Let $\phi : R\to S $ be a ring homomorphism.
Definition:
$Im\left ( \phi \right )=\left ( R \right )\phi=\left \{ \left ( a \right )\phi \mid a \in R \right \}$
Prove that $Im\left ( \phi \right )$is a subring of S
By the subring test, we need to show that the $Im\left ( \phi \right )$ is closed under multiplication and subtraction.
Suppose $\left ( a_{1} \right )\phi,\left ( a_{2} \right )\phi \in Im\left ( \phi \right )$.
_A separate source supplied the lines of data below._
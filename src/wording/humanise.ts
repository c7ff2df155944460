/** 'vapourFraction' -> 'vapour fraction', 'in2' -> 'in 2', 'duty_W' -> 'duty': a key's own words. */
export const humanised = (key: string): string =>
  (key.split(/[./]/).at(-1) ?? key)
    .replace(/_(K|Pa|W|W_K|mol_s|kg_s|J_kg|J_mol|J_molK|m3_s|m3_mol|kg_m3|Pa_s|m)$/, '')
    .replace(/([a-z])([A-Z])/g, '$1 $2')
    .replace(/([a-zA-Z])(\d)/g, '$1 $2')
    .replace(/[-_]/g, ' ')
    .toLowerCase();

export const capital = (text: string): string => text.charAt(0).toUpperCase() + text.slice(1);
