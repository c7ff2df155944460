/** Words for people: names, labels and sentences. Codes and keys come from the engine; nothing here is calculated. */
export { dutyText, endWords, fixedByText, fixingText, flowText, placeText, stagesText } from './fixedBy';
export { sayEditRefusal } from './general/edits';
export { sayFileProblem } from './general/files';
export { type QuantitySaid, sayQuantityRefusal } from './general/quantity';
export { capital, humanised } from './humanise';
export { loopName, sayLoopStop } from './loops';
export { type Said, type SayContext, sayFinding } from './say';
export { sayRefusal } from './sayRefusal';
export {
  basisWord,
  kindAbout,
  kindWord,
  mixtureRuleWord,
  modelWord,
  optionWord,
  phaseWord,
  portWord,
  propertyWord,
  resultWord,
  settingWord,
  stateWord,
  weightWord,
} from './words';
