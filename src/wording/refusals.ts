/** Why a typed quantity is not taken; `{found}` is the piece of text where the trouble begins. */
const REFUSALS: Readonly<Record<string, string>> = {
  'quantity/empty': 'Nothing is typed.',
  'quantity/not-a-number': 'It does not begin with a number.',
  'quantity/decimal-comma': 'The decimal sign is a point.',
  'quantity/digit-grouping': 'Digits are not grouped.',
  'quantity/out-of-range': 'The number is too large or too small to be held.',
  'quantity/no-unit': 'A unit is missing.',
  'quantity/unknown-unit': '“{found}” is no unit known here.',
  'quantity/unit-syntax': '“{found}” cannot be read as part of a unit.',
  'quantity/second-slash': 'A unit has one slash only.',
  'quantity/unbracketed': 'What is divided by needs brackets.',
  'quantity/reference-in-compound': 'Gauge and absolute have no meaning inside a compound unit.',
  'quantity/wrong-dimension': '“{found}” measures something else.',
  'quantity/volume-flow':
    'A volume flow does not say how much it is: give moles, a mass, or a gas volume at normal or standard conditions.',
  'quantity/drop-has-no-reference': 'A pressure difference is neither gauge nor absolute.',
  'quantity/below-absolute-zero': 'It is below absolute zero.',
  'quantity/below-vacuum': 'It is below full vacuum.',
};

/** One sentence for a refused quantity; `near` is what was most likely meant. */
export function sayRefusal(code: string, found = '', near?: string): string {
  const why = (REFUSALS[code] ?? 'It cannot be read.').replace('{found}', found);
  return near ? `${why} Perhaps ${near}?` : why;
}

export const REFUSAL_CODES = Object.keys(REFUSALS);
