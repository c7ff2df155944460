/** Words for people: names, labels and sentences. Codes and keys come from the engine; nothing here is calculated. */
export { sayEditRefusal } from './edits';
export { sayFileProblem } from './files';
export { capital, humanised } from './humanise';
export { sayRefusal } from './refusals';
export { type Said, type SayContext, sayFinding } from './say';
export {
  basisWord,
  kindAbout,
  kindWord,
  mixtureRuleWord,
  modelWord,
  optionWord,
  phaseWord,
  portWord,
  propertyWord,
  resultWord,
  settingWord,
  stateWord,
  weightWord,
} from './words';
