import { sayQuantityRefusal } from './general/quantity';

/** Why a typed quantity is not taken, without what to type instead; `near` is what was most likely meant. */
export const sayRefusal = (code: string, found = '', near?: string): string =>
  sayQuantityRefusal({ code, found, fits: [], ...(near === undefined ? {} : { near }) }).sentence;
Thus, $s_{1}=\left ( a_{1} \right )\phi$ and $s_{2}=\left ( a_{2} \right )\phi \in Im\left ( \phi \right )$
$\left ( a_{1} \right )\phi$ + (-$\left ( a_{2} \right ))\phi= s_{1}-s_{2}$ but S is a ring so $s_{1}-s_{2} \in$ S
Is this correct?
Best Answer
A little changes needed.Suppose $\left ( a_{1} \right )\phi,\left ( a_{2} \right )\phi \in Im\left ( \phi \right )$. Thus, $s_{1}:=\left ( a_{1} \right )\phi$ and $s_{2}:=\left ( a_{2} \right )\phi $.
Now $\left ( a_{1} \right )\phi + (-\left ( a_{2} \right ))\phi= s_1-s_2$ but S is a ring so $s_{1}-s_{2} \in S,$ Hence $s_1-s_2\in Im \phi.$
One also should check in similar way the multiplication.